Transcribe the stretch of entries below from the line with "type Item = OrderView['items'][number];" through the line with "width, height: Math.round((width", exactly and with both ends included; leave out all other lines.

** Opening Records shown block **

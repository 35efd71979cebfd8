import { queryOptions, useQuery } from '@tanstack/react-query';
import { z } from 'zod';
import { apiFetch } from '../../../lib/api-client.ts';

/** The signed-in user, or null. Served by the sign-in service at /api/auth/session. */
const sessionSchema = z
  .object({ user: z.object({ email: z.string(), name: z.string().nullish() }).optional() })
  .nullable()
  .transform((session) => session?.user ?? null);

export type SessionUser = NonNullable<z.infer<typeof sessionSchema>>;

export const getSession = (signal?: AbortSignal) => apiFetch('/api/auth/session', { schema: sessionSchema, signal });

export const sessionQueries = {
  current: () => queryOptions({ queryKey: ['session', 'current'], queryFn: ({ signal }) => getSession(signal), staleTime: 60_000, retry: false }),
};

export const useSession = () => useQuery(sessionQueries.current());
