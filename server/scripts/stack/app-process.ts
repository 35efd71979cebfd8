import { fork, type ChildProcess } from 'node:child_process';
import { resolve } from 'node:path';
import { projectDir } from './stack.ts';

export type AppProcess = { port: number; child: ChildProcess; stop(): Promise<void> };

/** Starts server/index.ts in its own process and resolves once it listens. */
export function startAppProcess(env: Record<string, string>, { watch = false } = {}): Promise<AppProcess> {
  return new Promise((resolvePromise, reject) => {
    const entry = resolve(projectDir, 'server/index.ts');
    const child = watch
      ? fork(resolve(projectDir, 'node_modules/tsx/dist/cli.mjs'), ['watch', '--clear-screen=false', entry], { env: { ...process.env, ...env }, cwd: projectDir, detached: true })
      : fork(entry, [], { env: { ...process.env, ...env }, cwd: projectDir, execArgv: ['--import', 'tsx'], detached: true });
    const stop = () =>
      new Promise<void>((done) => {
        if (child.exitCode !== null || child.signalCode !== null) return done();
        child.once('exit', () => done());
        child.kill('SIGTERM');
        setTimeout(() => child.kill('SIGKILL'), 5000).unref();
      });
    child.once('exit', (code) => reject(new Error(`the app process exited with code ${code} before it listened`)));
    child.on('message', (message: { type?: string; port?: number }) => {
      if (message?.type === 'listening' && message.port) resolvePromise({ port: message.port, child, stop });
    });
  });
}
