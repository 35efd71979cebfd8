import { useMemo, useState } from 'react';
import { can } from '../../../../../shared/permissions.ts';
import { LASER_KIND_LABELS, SPEED_UNIT_LABELS, type MachineView } from '../../../../../shared/schemas/catalog.ts';
import { formatSize, type LengthUnit } from '../../../../../shared/units.ts';
import { WorkspaceLayout } from '../../../../components/layouts/workspace-layout.tsx';
import { Button } from '../../../../components/ui/button.tsx';
import { DataTable, tableColumns, type DataColumn } from '../../../../components/ui/data-table.tsx';
import { Dialog } from '../../../../components/ui/dialog.tsx';
import { useToast } from '../../../../components/ui/toast.tsx';
import { useDeleteMachine, useMachines } from '../../../../features/catalog/api/catalog.ts';
import { CatalogFrame, QueryState } from '../../../../features/catalog/components/catalog-frame.tsx';
import { MachineDialog } from '../../../../features/catalog/components/machine-dialog.tsx';
import { laserKindOptions } from '../../../../features/catalog/labels.ts';

export function MachinesPage() {
  return <WorkspaceLayout>{({ studio, role }) => <Machines slug={studio.slug} units={studio.units} canEdit={can(role, 'catalog:write')} />}</WorkspaceLayout>;
}

const col = tableColumns<MachineView>();

function Machines({ slug, units, canEdit }: { slug: string; units: LengthUnit; canEdit: boolean }) {
  const machines = useMachines(slug);
  const remove = useDeleteMachine(slug);
  const toast = useToast();
  const [editing, setEditing] = useState<MachineView | 'new'>();
  const [deleting, setDeleting] = useState<MachineView>();

  const columns = useMemo<DataColumn<MachineView>[]>(
    () => [
      col.accessor('name', { header: 'Machine', cell: ({ row }) => <span className="font-semibold">{row.original.name}</span> }),
      col.accessor('laserKind', { header: 'Laser', filterFn: 'equalsString', cell: ({ row }) => LASER_KIND_LABELS[row.original.laserKind] }),
      col.accessor('powerWatts', { header: 'Power', cell: ({ row }) => `${row.original.powerWatts} W` }),
      col.accessor((k) => k.bedWidthMm * k.bedHeightMm, { id: 'bed', header: 'Bed', cell: ({ row }) => formatSize(row.original.bedWidthMm, row.original.bedHeightMm, units) }),
      col.accessor('speedUnit', { header: 'Speed in', enableSorting: false, cell: ({ row }) => SPEED_UNIT_LABELS[row.original.speedUnit] }),
      ...(canEdit
        ? [
            col.display({
              id: 'actions',
              header: () => <span className="sr-only">Actions</span>,
              cell: ({ row }) => (
                <span className="inline-flex gap-1">
                  <Button size="sm" variant="quiet" onClick={() => setEditing(row.original)} aria-label={`Edit ${row.original.name}`}>
                    Edit
                  </Button>
                  <Button size="sm" variant="quiet" onClick={() => setDeleting(row.original)} aria-label={`Delete ${row.original.name}`}>
                    Delete
                  </Button>
                </span>
              ),
            }),
          ]
        : []),
    ],
    [canEdit, units],
  );

  async function confirmDelete() {
    const machine = deleting!;
    setDeleting(undefined);
    try {
      await remove.mutateAsync(machine.id);
      toast.show(`${machine.name} deleted.`, 'success');
    } catch (error) {
      toast.show((error as Error).message, 'error');
    }
  }

  return (
    <CatalogFrame slug={slug} title="Machines" canEdit={canEdit} actions={<Button onClick={() => setEditing('new')}>New machine</Button>}>
      <QueryState isPending={machines.isPending} error={machines.error} />
      {machines.data && (
        <DataTable
          caption="Machines"
          data={machines.data.machines}
          columns={columns}
          getRowId={(k) => k.id}
          searchLabel="Search machines"
          filters={[{ columnId: 'laserKind', label: 'Laser', options: laserKindOptions }]}
          initialSorting={[{ id: 'name', desc: false }]}
          empty="No machines yet. Add the lasers your studio runs, then write recipes for them."
        />
      )}
      {editing && <MachineDialog slug={slug} units={units} machine={editing === 'new' ? undefined : editing} onClose={() => setEditing(undefined)} />}
      <Dialog open={Boolean(deleting)} title={`Delete ${deleting?.name ?? ''}?`} onClose={() => setDeleting(undefined)} confirm={{ label: 'Delete machine', danger: true, onConfirm: confirmDelete }}>
        The recipes written for this machine are deleted with it.
      </Dialog>
    </CatalogFrame>
  );
}
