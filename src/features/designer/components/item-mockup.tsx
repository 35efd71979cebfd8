import { useEffect, useRef } from 'react';
import type { OrderView } from '../../../../shared/schemas/checkout.ts';
import { useMockup } from '../use-mockup.ts';
import { drawInscription } from '../inscription.ts';

type Item = OrderView['items'][number];

/** An ordered item drawn again as it will burn, from its stored placement and its recipe's prep, in the blank's shape. */
export function ItemMockup({ item, width = 220 }: { item: Item; width?: number }) {
  const { look, placement, photo } = item;
  const size = { width, height: Math.round((width * look.areaHeightMm) / look.areaWidthMm) };
  const mockup = useMockup(photo);
  const canvas = useRef<HTMLCanvasElement>(null);
  useEffect(() => {
    if (mockup.ready) mockup.render({ size, placement, look, areaWidthMm: look.areaWidthMm, view: 'burn' });
  }, [mockup.ready]); // eslint-disable-line react-hooks/exhaustive-deps
  useEffect(() => {
    const ctx = canvas.current?.getContext('2d');
    if (!ctx || !mockup.result) return;
    ctx.drawImage(mockup.result.image, 0, 0);
    if (item.inscription) drawInscription(ctx, item.inscription, size, look.markColour);
  }, [mockup.result]); // eslint-disable-line react-hooks/exhaustive-deps
  return (
    <div className="inline-flex rounded-lg bg-graphite-100 p-3">
      <canvas ref={canvas} width={size.width} height={size.height} role="img" aria-label={`${item.blankName} as it will burn`} />
    </div>
  );
}
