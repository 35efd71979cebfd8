import { useEffect, useMemo, useRef, useState, type RefObject } from 'react';
import type { StorefrontCatalog } from '#shared/schemas/catalog.ts';
import type { Inscription } from '#shared/schemas/checkout.ts';
import { formatSize, type LengthUnit } from '#shared/units.ts';
import { Notice } from '#src/components/ui/notice.tsx';
import { cx } from '#src/lib/cx.ts';
import { useSteadyValue } from '#src/lib/use-steady-value.ts';
import { drawInscription } from '../inscription.ts';
import { useFramingGestures, type FramingState } from '../use-framing.ts';
import { useMockup } from '../use-mockup.ts';

type Blank = StorefrontCatalog['blanks'][number];
export type View = 'photo' | 'burn';

const shapeRadius = { rectangle: '4px', 'rounded-rectangle': '7%', oval: '50%', circle: '50%' } as const;
const STAGE = { width: 460, height: 520 };
/** The stage's padding (p-6 on both sides) and the blank's 18-pixel rim around the canvas, both sides. */
const STAGE_PADDING = 2 * 24 + 36;

/** The width left inside an element once `padding` is taken off, at most `max`; follows resizes. */
function useAvailableWidth(element: RefObject<HTMLElement | null>, max: number, padding: number): number {
  const [width, setWidth] = useState(max);
  useEffect(() => {
    const node = element.current;
    if (!node) return;
    const measure = () => setWidth(Math.max(120, Math.min(max, node.clientWidth - padding)));
    measure();
    const observer = new ResizeObserver(measure);
    observer.observe(node);
    return () => observer.disconnect();
  }, [element, max, padding]);
  return width;
}

/**
 * The blank in its material's colour with the engraving area as a canvas: the mock-up drawn by
 * the worker from the placement (as it will burn, or the plain photo), the lettering on top, and
 * the photo moved by hand. At most 460 × 520 screen pixels, narrower on a phone: the canvas is
 * drawn at the size it is shown, so dragging moves the photo with the finger.
 */
export function DesignerStage({
  blank,
  units,
  area,
  framing: framingState,
  inscription,
  view,
  onView,
}: {
  blank: Blank;
  units: LengthUnit;
  area: { widthMm: number; heightMm: number };
  framing: FramingState;
  inscription: Inscription & { on: boolean };
  view: View;
  onView(view: View): void;
}) {
  const { photo, placement } = framingState;
  const stage = useRef<HTMLDivElement>(null);
  const stageWidth = useAvailableWidth(stage, STAGE.width, STAGE_PADDING);
  const pxPerMm = Math.min(stageWidth / area.widthMm, STAGE.height / area.heightMm);
  const canvasSize = useSteadyValue({ width: Math.round(area.widthMm * pxPerMm), height: Math.round(area.heightMm * pxPerMm) });
  const gestures = useFramingGestures(framingState, placement ? placement.crop.width / canvasSize.width : 1);

  const mockup = useMockup(photo);
  const canvas = useRef<HTMLCanvasElement>(null);
  const look = useMemo(
    () => ({ shape: blank.shape, surfaceColour: blank.material.surfaceColour, markColour: blank.material.markColour, ...blank.look }),
    [blank],
  );

  const { ready: mockupReady, render: renderMockup, result } = mockup;
  useEffect(() => {
    if (!placement || !mockupReady) return;
    // No prep given: the worker uses the recipe's own (`recipePrep`), as the burn will.
    renderMockup({ size: canvasSize, placement, look, areaWidthMm: area.widthMm, view });
  }, [mockupReady, renderMockup, placement, canvasSize, look, view, area.widthMm]);

  useEffect(() => {
    const ctx = canvas.current?.getContext('2d');
    if (!ctx) return;
    ctx.clearRect(0, 0, canvasSize.width, canvasSize.height);
    if (result) ctx.drawImage(result.image, 0, 0, canvasSize.width, canvasSize.height);
    if (inscription.on) drawInscription(ctx, inscription, canvasSize, view === 'burn' ? look.markColour : '#ffffff', view === 'photo');
  }, [result, inscription, view, look.markColour, canvasSize]);

  return (
    <div className="flex flex-col items-center gap-3">
      <div ref={stage} className="flex w-full items-center justify-center rounded-card bg-graphite-100 p-6 sm:min-h-[560px]">
        <div
          className="relative flex items-center justify-center shadow-lg"
          style={{
            width: canvasSize.width + 36,
            height: canvasSize.height + 36,
            background: blank.material.surfaceColour,
            borderRadius: shapeRadius[blank.shape],
          }}
        >
          <canvas
            ref={canvas}
            width={canvasSize.width}
            height={canvasSize.height}
            tabIndex={photo ? 0 : -1}
            data-drawn={result ? 'true' : undefined}
            role="img"
            aria-label={
              photo
                ? `Mock-up of your photo ${view === 'burn' ? 'as it will burn' : 'as uploaded'}. Drag or use the arrow keys to move it, + and − to zoom.`
                : 'The engraving area; upload a photo to see it here.'
            }
            {...gestures}
            className={cx('touch-none outline-offset-4', photo ? 'cursor-grab active:cursor-grabbing' : '')}
            style={{ outline: photo ? undefined : `2px dashed ${blank.material.markColour}` }}
          />
        </div>
      </div>
      <div className="flex items-center gap-3 text-sm">
        <div role="group" aria-label="Show" className="inline-flex rounded-full bg-white p-1 ring-1 ring-graphite-200">
          {(['burn', 'photo'] as const).map((v) => (
            <button
              key={v}
              type="button"
              aria-pressed={view === v}
              onClick={() => onView(v)}
              className={cx(
                'min-h-9 rounded-full px-3 py-1 font-semibold',
                view === v ? 'bg-graphite-900 text-white' : 'text-graphite-700',
              )}
            >
              {v === 'burn' ? 'As it will burn' : 'Your photo'}
            </button>
          ))}
        </div>
      </div>
      {mockup.error && <Notice tone="error">{mockup.error}</Notice>}
      <p className="text-center text-xs text-graphite-500">
        Engraving area {formatSize(area.widthMm, area.heightMm, units)}. The mock-up shows the dot pattern at screen size; the laser burns
        it far finer.
      </p>
    </div>
  );
}
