import { z } from 'zod';
import { AppError } from '../../../../shared/errors.ts';
import { apiFetch } from '../../../lib/api-client.ts';

const csrfSchema = z.object({ csrfToken: z.string() });
const redirectSchema = z.object({ url: z.string() });

/**
 * Password sign-in through the sign-in service's form flow: fetch a CSRF token, post the form,
 * read where it would redirect. A redirect carrying `error=` means the sign-in was refused.
 */
export async function signInWithPassword(email: string, password: string): Promise<void> {
  const { csrfToken } = await apiFetch('/api/auth/csrf', { schema: csrfSchema });
  const response = await fetch('/api/auth/callback/credentials', {
    method: 'POST',
    headers: { 'content-type': 'application/x-www-form-urlencoded', 'x-auth-return-redirect': '1' },
    body: new URLSearchParams({ csrfToken, email, password }),
    credentials: 'same-origin',
  });
  const parsed = redirectSchema.safeParse(await response.json().catch(() => null));
  if (!response.ok || !parsed.success) throw new AppError('INTERNAL', 'Sign-in is not available right now. Please try again.');
  if (new URL(parsed.data.url, window.location.origin).searchParams.has('error')) {
    throw new AppError('UNAUTHENTICATED', 'That e-mail address and password do not match an account.');
  }
}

** Closing Records shown block **

▶ [Solution]:
type Item = OrderView['items'][number];

/** An ordered item drawn again as it will burn, from its stored placement and its recipe's prep, in the blank's shape. */
export function ItemMockup({ item, width = 220 }: { item: Item; width?: number }) {
  const { look, placement, photo } = item;
  const size = { width, height: Math.round((width * look.areaHeightMm) / look.areaWidthMm) };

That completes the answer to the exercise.